▶ ACTION ITEM
Give back the lines of the records exactly, starting at the first and ending at the one with "(direct statements of".
# # # # #
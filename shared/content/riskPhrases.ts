/**
 * Words and phrases that suggest thoughts of suicide or self-harm, in English, used to offer a calm card with Help now and
 * the safety plan (DESIGN.md, Safety). The card never blocks, so a rare false hit costs little and a miss costs more.
 *
 * Source: no published list is used. The phrases follow common practice in screening free text (direct statements of
 * wanting to die or to hurt oneself, common euphemisms, plain self-harm terms), with guards against everyday idioms such as
 * "killing it at work" or "shot myself in the foot". The list must be reviewed with clinicians before it ships, and
 * again whenever it changes. It finds words, not risk: it can neither confirm nor rule out that someone is unsafe.
 */

/** Date the list was last changed; a clinician review should be recorded beside it. */
export const riskPhrasesChangedOn = '2026-12-01'

export interface RiskPattern {
  /** What the pattern looks for, in plain words, for reviewers. */
  label: string
  /** Matched against normaliseRiskText output: lower case words split by single spaces, "." between sentences. */
  pattern: RegExp
}

const notAnIdiom = '(?! (laughing|with laughter|of laughter|of embarrassment|from embarrassment|of boredom|happy))'
// Only words of wanting or planning: "I might hurt myself on that ladder" is an accident, not intent.
const intent =
  '(want|wants|wanted|wanting|urge|urges|tempted|plan|planning|planned|thinking about|thinking of|thought about|thoughts of|feel like|felt like|feeling like|wish i could|tried|trying)'
const sentenceEnd = '(?= \\.|$)'

export const riskPatterns: readonly RiskPattern[] = [
  { label: 'suicide', pattern: /\bsuicid(e|es|al|ality)\b(?! squad)/ },
  { label: 'kill myself', pattern: new RegExp(`\\b(kill|killing|killed) myself\\b${notAnIdiom}`) },
  { label: 'unalive myself', pattern: /\bunalive myself\b/ },
  { label: 'end my life', pattern: /\b(end|ending|ended|take|taking|took|taken) my (own )?life\b(?! (back|into|in hand))/ },
  { label: 'end it all', pattern: /\b(end|ending) it all\b/ },
  { label: 'ending things', pattern: /\b(think|thinking|thought|thoughts)( about| of)? (end|ending) (things|everything)\b(?! (with|between|off))/ },
  { label: 'want to die', pattern: new RegExp(`\\b(want|wanted|wanting|wish i could|deserve) to die\\b${notAnIdiom}`) },
  { label: 'wish I was dead', pattern: /\bwish (i was|i were|i could be|to be) (dead|not alive)\b/ },
  { label: 'want to be dead', pattern: /\b(want|wanted) to be dead\b/ },
  { label: 'wish I had never been born', pattern: /\bwish i (had|d) never been born\b/ },
  { label: 'better off dead', pattern: /\bbetter off dead\b/ },
  { label: 'better off without me', pattern: /\bbetter off without me\b|\b(everyone|they|the world|my family) would be (better|happier) without me\b/ },
  { label: 'no reason to live', pattern: /\bno (reason|point) (to live|in living|living|to go on|in going on)\b(?! (in|near|with|at|there|here|on|by|abroad))/ },
  { label: 'nothing to live for', pattern: /\bnothing (left )?to live for\b/ },
  { label: 'not worth living', pattern: /\b(not|isnt|no longer|never) (really )?worth living\b|\b(doesnt|does not) (feel|seem) worth living\b/ },
  { label: 'not want to be here anymore', pattern: /\b(dont|do not|didnt|did not) want to (be here|be around|exist|be alive|go on) (anymore|any more|no more)\b/ },
  { label: 'not want to be alive', pattern: /\b(dont|do not) want to (be alive|exist)\b/ },
  { label: 'not want to live', pattern: new RegExp(`\\b(dont|do not) want to live( anymore| any more| no more)?${sentenceEnd}`) },
  { label: 'not want to live anymore', pattern: /\b(dont|do not) want to live (anymore|any more|no more)\b/ },
  { label: 'not want to wake up', pattern: /\b(dont|do not) want to wake up(?= \.|$| again| anymore| any more| ever)/ },
  { label: 'never wake up', pattern: /\b(wish i (would|could|wouldnt|didnt)( just)?( go to sleep and| sleep and| fall asleep and)? (not|never) wake up|hope i (dont|do not|never) wake up)\b/ },
  { label: 'cannot go on living', pattern: /\b(cant|cannot|can not) (go on|keep) (living|anymore|any more)\b/ },
  { label: 'hurt myself (intent)', pattern: new RegExp(`\\b${intent}( to)? (hurt|hurting|harm|harming|burn|burning) myself\\b`) },
  { label: 'cut myself (intent)', pattern: new RegExp(`\\b${intent}( to)? (cut|cutting) myself\\b(?! (a|an|some|off|free|loose|short|slack))`) },
  { label: 'harm myself', pattern: /\bharm(ing|ed)? myself\b/ },
  { label: 'hurt myself on purpose', pattern: /\b(hurt|hurting|cut|cutting|burnt|burned|burn|burning|hit|hitting) myself (on purpose|deliberately)\b/ },
  {
    label: 'cutting myself',
    pattern: /\bcutting myself\b(?! (shaving|while|when|on|by accident|accidentally|chopping|cooking|slicing|off|some|a|slack|short|free|loose|out))/,
  },
  { label: 'cutting again', pattern: /\b(been|started|start|starting|am|im|was|keep|back to) cutting again\b/ },
  { label: 'self-harm', pattern: /\bself ?(harm|harming|harmed|injury|injuring|injure|mutilation)\b/ },
  { label: 'slit my wrists', pattern: /\b(slit|slitting|cut|cutting|slash|slashing) my wrists?\b/ },
  { label: 'hang myself', pattern: /\b(hang|hanging|hanged) myself\b/ },
  { label: 'shoot myself', pattern: /\b(shoot|shooting) myself\b(?! in the (foot|feet))/ },
  {
    label: 'overdose',
    pattern:
      /\b((take|taking|took|taken|have|had|thinking of|thought of|thinking about) an overdose|overdos(e|ed|ing) on (my )?(pills|tablets|meds|medication|medicine|painkillers|paracetamol|sleeping pills))\b/,
  },
  { label: 'in front of a train', pattern: /\b((throw|throwing) myself|jump|jumping) in front of (a |the )?(train|bus|car|lorry|truck|traffic)\b/ },
  { label: 'jump off', pattern: /\b(jump|jumping|throw myself) off (a |the )?(bridge|building|roof|balcony)\b/ },
]

/**
 * Lower-cases and tidies text for matching: curly and straight apostrophes are dropped ("don't" → "dont"), "wanna" and
 * "gonna" are spelt out, "my self" is joined, sentence punctuation becomes " . ", any other symbol a space, and runs of
 * spaces one space.
 */
export function normaliseRiskText(text: string): string {
  return text
    .normalize('NFKC')
    .toLowerCase()
    .replace(/[\u2019\u2018\u02bc'`´]/g, '')
    .replace(/\bwanna\b/g, 'want to')
    .replace(/\bgonna\b/g, 'going to')
    .replace(/\bmy self\b/g, 'myself')
    .replace(/[.!?;:\n\r]+/g, ' . ')
    .replace(/[^\p{L}\p{N}.]+/gu, ' ')
    .replace(/\s+/g, ' ')
    .trim()
}

/**
 * Looks for risk language in a piece of writing. Returns whether any phrase matched and the matched words (normalised,
 * each once), so the app can offer Help now and the safety plan. Never stores or sends the text.
 */
export function findRiskLanguage(text: string): { matched: boolean; phrases: string[] } {
  const clean = normaliseRiskText(text)
  const phrases: string[] = []
  for (const { pattern } of riskPatterns) {
    const hit = pattern.exec(clean)
    if (hit && !phrases.includes(hit[0])) phrases.push(hit[0])
  }
  return { matched: phrases.length > 0, phrases }
}
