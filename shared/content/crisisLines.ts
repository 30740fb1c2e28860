/**
 * Crisis resources shown by Help now, one entry per region.
 * Sources: ../shared/REFERENCE.md §5 (each line names its own). `fromMemory` marks numbers that were not confirmed
 * in a published source when this file was reviewed; the UI shows them with "check locally".
 */
export const crisisLinesReviewedOn = '2026-12-01'

export type RegionCode = 'US' | 'CA' | 'UK' | 'IE' | 'AU' | 'NZ' | 'EU'

export interface CrisisContact {
  name: string
  /** What the line is for, in plain words. */
  detail: string
  /** Digits or short code to dial; absent when the line is text-only. */
  call?: string
  /** Short code or number for SMS, with an optional keyword. */
  text?: { to: string; body?: string }
  youth?: boolean
  fromMemory?: boolean
  source: string
}

export interface RegionResources {
  code: RegionCode
  label: string
  emergency: { number: string; fromMemory?: boolean; source: string }
  /** Other numbers that also reach emergency services. */
  alsoEmergency?: { number: string; fromMemory?: boolean }[]
  contacts: CrisisContact[]
}

export const crisisRegions: readonly RegionResources[] = [
  {
    code: 'US',
    label: 'United States',
    emergency: { number: '911', source: 'SAMHSA-derived pages' },
    contacts: [
      {
        name: '988 Suicide & Crisis Lifeline',
        detail: 'Call or text, 24/7. Press 1 for the Veterans Crisis Line, 2 for Spanish.',
        call: '988',
        text: { to: '988' },
        source: 'SAMHSA-derived pages, MHA (in service since 16 Jul 2022)',
      },
      {
        name: 'Crisis Text Line',
        detail: 'Text a trained volunteer, 24/7.',
        text: { to: '741741' },
        source: 'Crisis Text Line number',
      },
    ],
  },
  {
    code: 'CA',
    label: 'Canada',
    emergency: { number: '911', fromMemory: true, source: 'from memory' },
    contacts: [
      {
        name: '9-8-8 Suicide Crisis Helpline',
        detail: 'Call or text, English or French, 24/7.',
        call: '988',
        text: { to: '988' },
        source: 'Government of Canada release (in service since 30 Nov 2023)',
      },
    ],
  },
  {
    code: 'UK',
    label: 'United Kingdom',
    emergency: { number: '999', source: 'NHS pages' },
    alsoEmergency: [{ number: '112', fromMemory: true }],
    contacts: [
      {
        name: 'Samaritans',
        detail: 'Free to call, 24/7.',
        call: '116123',
        source: 'Samaritans',
      },
      {
        name: 'NHS 111, option 2 (England)',
        detail: 'Urgent mental-health line, 24/7.',
        call: '111',
        source: 'NHS GP practice pages, TEWV NHS trust',
      },
      {
        name: 'Shout',
        detail: 'Text support, 24/7.',
        text: { to: '85258' },
        source: 'Shout',
      },
      {
        name: 'Papyrus HOPELINE247',
        detail: 'For people under 35.',
        call: '08000684141',
        youth: true,
        source: 'Papyrus',
      },
      {
        name: 'Childline',
        detail: 'For anyone under 19.',
        call: '08001111',
        youth: true,
        source: 'Childline',
      },
    ],
  },
  {
    code: 'IE',
    label: 'Ireland',
    emergency: { number: '112', fromMemory: true, source: 'from memory' },
    alsoEmergency: [{ number: '999', fromMemory: true }],
    contacts: [
      {
        name: 'Samaritans',
        detail: 'Free to call, 24/7.',
        call: '116123',
        source: 'Samaritans, Oireachtas',
      },
      {
        name: '50808 text line',
        detail: 'Free text support, 24/7.',
        text: { to: '50808', body: 'TALK' },
        source: 'Irish Examiner, Today FM (HSE-funded)',
      },
    ],
  },
  {
    code: 'AU',
    label: 'Australia',
    emergency: { number: '000', source: 'Lifeline pages' },
    contacts: [
      {
        name: 'Lifeline',
        detail: 'Call 24/7, or text.',
        call: '131114',
        text: { to: '0477131114' },
        source: 'Lifeline H2H FAQ, Lifeline text launch',
      },
    ],
  },
  {
    code: 'NZ',
    label: 'New Zealand',
    emergency: { number: '111', source: 'NZ pages' },
    contacts: [
      {
        name: '1737, Need to Talk?',
        detail: 'Free call or text, 24/7.',
        call: '1737',
        text: { to: '1737' },
        source: 'NZ pages',
      },
      {
        name: 'Lifeline Aotearoa',
        detail: 'Free to call.',
        call: '0800543354',
        source: 'NZ pages',
      },
    ],
  },
  {
    code: 'EU',
    label: 'European Union (112)',
    emergency: { number: '112', source: 'European Commission 112 notices' },
    contacts: [],
  },
]

export function regionResources(code: RegionCode): RegionResources {
  const found = crisisRegions.find((r) => r.code === code)
  if (!found) throw new Error(`No crisis resources for region ${code}`)
  return found
}

/** Formats a dialable string for display, e.g. 116123 → "116 123". */
export function displayNumber(digits: string): string {
  const known: Record<string, string> = {
    '116123': '116 123',
    '08000684141': '0800 068 4141',
    '08001111': '0800 1111',
    '131114': '13 11 14',
    '0477131114': '0477 13 11 14',
    '0800543354': '0800 543 354',
  }
  return known[digits] ?? digits
}
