import { describe, expect, it } from 'vitest'
import {
  promptFor,
  quotedRungMaxLength,
  rungPrompt,
  tugPrompts,
  tugSteps,
  wordingsFor,
  type ClimbStep,
  type TugPrompt,
} from '../../../shared/content/tugPrompts'

const climbSteps: ClimbStep[] = ['climbA', 'climbB']

/** Every title and hint the flow can show, including rung questions with and without a quoted rung. */
function everyText(): string[] {
  const texts: string[] = []
  const add = (p: TugPrompt) => texts.push(p.title, p.hint)
  for (const step of tugSteps) wordingsFor(step).forEach(add)
  for (const step of climbSteps) {
    for (let rung = 0; rung < 8; rung++) {
      add(rungPrompt(step, rung, 0))
      add(rungPrompt(step, rung, 0, 'feeling rested'))
    }
  }
  return texts
}

describe('tug prompt library', () => {
  it('has exactly the flow steps, in order', () => {
    expect(tugSteps).toEqual([
      'describe', 'distressBefore', 'wantA', 'wantB', 'climbA', 'climbB', 'meetingPoint', 'background', 'distressAfter',
    ])
    expect(Object.keys(tugPrompts).sort()).toEqual([...tugSteps].sort())
  })

  it.each(tugSteps)('gives %s at least three distinct wordings, each with a title and a one-sentence hint', (step) => {
    const list = wordingsFor(step)
    expect(list.length).toBeGreaterThanOrEqual(3)
    expect(new Set(list.map((p) => p.title)).size).toBe(list.length)
    expect(new Set(list.map((p) => p.hint)).size).toBe(list.length)
    for (const p of list) {
      expect(p.title.trim().length).toBeGreaterThan(0)
      expect(p.title.endsWith('?')).toBe(true)
      expect(p.hint.trim().length).toBeGreaterThan(0)
      expect(p.hint.length).toBeLessThanOrEqual(140)
    }
  })

  it('asks for distress on the 0–100 scale and for importance on the 0–10 scale', () => {
    for (const step of ['distressBefore', 'distressAfter'] as const) {
      for (const p of wordingsFor(step)) expect(`${p.title} ${p.hint}`).toMatch(/\b0\b.*\b100\b/)
    }
    for (const step of ['wantA', 'wantB'] as const) {
      for (const p of wordingsFor(step)) expect(`${p.title} ${p.hint}`).toMatch(/\b0\b.*\b10\b/)
    }
  })

  it('says at the meeting point that the ladders may not meet, and that this is fine', () => {
    for (const p of wordingsFor('meetingPoint')) {
      expect(p.hint).toMatch(/\b(not|don't|doesn't)\b/)
      expect(p.hint).toMatch(/\bfine\b/)
    }
  })

  it('never gives advice, judges or asks "why"', () => {
    const banned = /\b(should|must|ought|have to|need to|why|wrong with|fault|just try|stop being|calm down)\b/i
    const offending = everyText().filter((t) => banned.test(t))
    expect(offending).toEqual([])
  })
})

describe('promptFor', () => {
  it.each(tugSteps)('gives %s a different wording for consecutive seeds', (step) => {
    for (let seed = -5; seed < 20; seed++) {
      expect(promptFor(step, seed)).not.toEqual(promptFor(step, seed + 1))
    }
  })

  it('uses every wording as the seed goes round', () => {
    for (const step of tugSteps) {
      const seen = new Set(Array.from({ length: wordingsFor(step).length }, (_, seed) => promptFor(step, seed).title))
      expect(seen.size).toBe(wordingsFor(step).length)
    }
  })

  it('is deterministic for a seed, including large hashes and odd input', () => {
    expect(promptFor('describe', 123456789)).toEqual(promptFor('describe', 123456789))
    expect(promptFor('background', 2 ** 40 + 7)).toBe(promptFor('background', 2 ** 40 + 7))
    expect(wordingsFor('describe')).toContain(promptFor('describe', Number.NaN))
    expect(wordingsFor('describe')).toContain(promptFor('describe', -3.7))
  })
})

describe('rungPrompt', () => {
  it.each(climbSteps)('varies the wording from one rung to the next on %s', (step) => {
    for (let rung = 0; rung < 10; rung++) {
      expect(rungPrompt(step, rung, 4).title).not.toBe(rungPrompt(step, rung + 1, 4).title)
    }
  })

  it('does not echo the same question on both sides at the same rung', () => {
    expect(rungPrompt('climbA', 0, 0).title).not.toBe(rungPrompt('climbB', 0, 0).title)
  })

  it('quotes the rung below when given', () => {
    const p = rungPrompt('climbA', 0, 0, '  feeling rested. ')
    expect(p.title).toBe('What is “feeling rested” for?')
    expect(rungPrompt('climbA', 1, 0, 'time with Sam').title).toContain('“time with Sam”')
  })

  it('asks plainly when there is no rung to quote or it is blank', () => {
    expect(rungPrompt('climbA', 0, 0).title).toBe('What is that for?')
    expect(rungPrompt('climbA', 0, 0, '   ').title).toBe('What is that for?')
  })

  it('shortens a long rung so the question stays short', () => {
    const long = 'being able to sit down in the evening without a list of things running through my head all the time'
    const title = rungPrompt('climbB', 2, 1, long).title
    const quoted = /“(.*)”/.exec(title)?.[1] ?? ''
    expect(quoted.length).toBeLessThanOrEqual(quotedRungMaxLength + 1)
    expect(quoted.endsWith('…')).toBe(true)
  })

  it('is deterministic for a seed and rung', () => {
    expect(rungPrompt('climbB', 3, 17, 'x')).toEqual(rungPrompt('climbB', 3, 17, 'x'))
  })
})
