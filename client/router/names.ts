/** Every route name, so a broken link is a compile error. */
export const RouteName = {
  Today: 'today',
  More: 'more',
  Settings: 'settings',
  SignIn: 'signIn',
  SignUp: 'signUp',
  Verify: 'verify',
  Forgot: 'forgot',
  Reset: 'reset',
  TherapistSettings: 'therapistSettings',
  AdminAccounts: 'adminAccounts',
  AdminApprovals: 'adminApprovals',
  AdminSentMail: 'adminSentMail',
  NotFound: 'notFound',
} as const
export type RouteNameValue = (typeof RouteName)[keyof typeof RouteName]
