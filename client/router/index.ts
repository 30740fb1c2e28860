import { createRouter, createWebHistory } from 'vue-router'
import { useSessionStore } from '@/stores/session'
import { homeFor } from './homeFor'
import { RouteName } from './names'
import { routes } from './routes'

export const router = createRouter({
  history: createWebHistory(),
  routes,
  scrollBehavior: () => ({ top: 0 }),
})

// The one guard: routes that name roles need a signed-in user with one of them. The server checks again.
router.beforeEach(async (to) => {
  const roles = to.matched.flatMap((r) => r.meta.roles ?? [])
  if (!roles.length) return true
  const session = useSessionStore()
  await session.ready()
  if (!session.me) return { name: RouteName.SignIn, query: { redirect: to.fullPath } }
  if (!roles.includes(session.me.role)) return { name: homeFor(session.me.role) }
  return true
})

router.afterEach((to) => {
  document.title = to.meta.title ? `${to.meta.title} · Rungs` : 'Rungs'
})
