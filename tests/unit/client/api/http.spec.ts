import { afterEach, describe, expect, it, vi } from 'vitest'
import { ApiError, request, setCsrfToken, setUnauthenticatedHandler } from '@/api/http'

const json = (status: number, body: unknown) => new Response(JSON.stringify(body), { status, headers: { 'content-type': 'application/json' } })

describe('request', () => {
  afterEach(() => {
    vi.unstubAllGlobals()
    setCsrfToken(undefined)
  })

  it('fetches a CSRF token before the first state-changing call and sends it as a header', async () => {
    const fetch = vi.fn()
      .mockResolvedValueOnce(json(200, { csrfToken: 't1' }))
      .mockResolvedValueOnce(json(200, { ok: true }))
    vi.stubGlobal('fetch', fetch)
    await request('POST', '/api/thing', { a: 1 })
    expect(fetch.mock.calls[0]?.[0]).toBe('/api/auth/csrf')
    expect(fetch.mock.calls[1]?.[1].headers['x-csrf-token']).toBe('t1')
  })

  it('retries once with a fresh token when the server says the token is stale', async () => {
    setCsrfToken('old')
    const fetch = vi.fn()
      .mockResolvedValueOnce(json(403, { error: { code: 'csrf', message: 'stale' } }))
      .mockResolvedValueOnce(json(200, { csrfToken: 'new' }))
      .mockResolvedValueOnce(json(200, { ok: true }))
    vi.stubGlobal('fetch', fetch)
    await expect(request('POST', '/api/thing', {})).resolves.toEqual({ ok: true })
    expect(fetch.mock.calls[2]?.[1].headers['x-csrf-token']).toBe('new')
  })

  it('turns the shared error shape into an ApiError and reports 401 once', async () => {
    const onUnauth = vi.fn()
    setUnauthenticatedHandler(onUnauth)
    vi.stubGlobal('fetch', vi.fn().mockResolvedValue(json(401, { error: { code: 'unauthenticated', message: 'Please sign in.' } })))
    const err = await request('GET', '/api/therapist/profile').catch((e: unknown) => e)
    expect(err).toBeInstanceOf(ApiError)
    expect((err as ApiError).code).toBe('unauthenticated')
    expect(onUnauth).toHaveBeenCalledTimes(1)
  })

  it('says plainly when the network is down', async () => {
    vi.stubGlobal('fetch', vi.fn().mockRejectedValue(new TypeError('Failed to fetch')))
    const err = (await request('GET', '/api/me').catch((e: unknown) => e)) as ApiError
    expect(err.status).toBe(0)
    expect(err.message).toContain('nothing you typed is lost')
  })
})
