import type { RegionCode } from './crisisLines'

// EU member states (ISO 3166-1 alpha-2) where 112 is the common emergency number; EC 112 notices.
const euCountries = new Set([
  'AT', 'BE', 'BG', 'HR', 'CY', 'CZ', 'DK', 'EE', 'FI', 'FR', 'DE', 'GR', 'HU', 'IT', 'LV', 'LT', 'LU', 'MT', 'NL',
  'PL', 'PT', 'RO', 'SK', 'SI', 'ES', 'SE',
])

const direct: Record<string, RegionCode> = {
  US: 'US', CA: 'CA', GB: 'UK', UK: 'UK', IE: 'IE', AU: 'AU', NZ: 'NZ',
}

/**
 * Guesses the Help now region from browser locales such as "en-GB" or "fr-CA".
 * Returns undefined when no locale names a supported country, so the caller can ask.
 */
export function guessRegion(locales: readonly string[]): RegionCode | undefined {
  for (const locale of locales) {
    const country = countryOf(locale)
    if (!country) continue
    if (direct[country]) return direct[country]
    if (euCountries.has(country)) return 'EU'
  }
  return undefined
}

function countryOf(locale: string): string | undefined {
  try {
    return new Intl.Locale(locale).maximize().region?.toUpperCase()
  } catch {
    return undefined
  }
}
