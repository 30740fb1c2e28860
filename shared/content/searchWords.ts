/**
 * Splits text into the lower-case, accent-free words the journal search indexes and matches by prefix.
 * Used for every entry field and for the query, so both sides agree.
 */
export function searchWords(...texts: (string | undefined)[]): string[] {
  const words = new Set<string>()
  for (const text of texts) {
    if (!text) continue
    const plain = text.normalize('NFKD').replace(/\p{M}+/gu, '').toLowerCase()
    for (const w of plain.split(/[^\p{L}\p{N}]+/u)) if (w.length >= 2) words.add(w.slice(0, 40))
  }
  return [...words]
}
# # # # #
▶ RESPONSE TO THIS TASK
filename shared/content/riskPhrases.ts
/**
 * Words and phrases that suggest thoughts of suicide or self-harm, in English, used to offer a calm card with Help now and
 * the safety plan (DESIGN.md, Safety). The card never blocks, so a rare false hit costs little and a miss costs more.
 *
 * Source: no published list is used. The phrases follow common practice in screening free text (direct statements of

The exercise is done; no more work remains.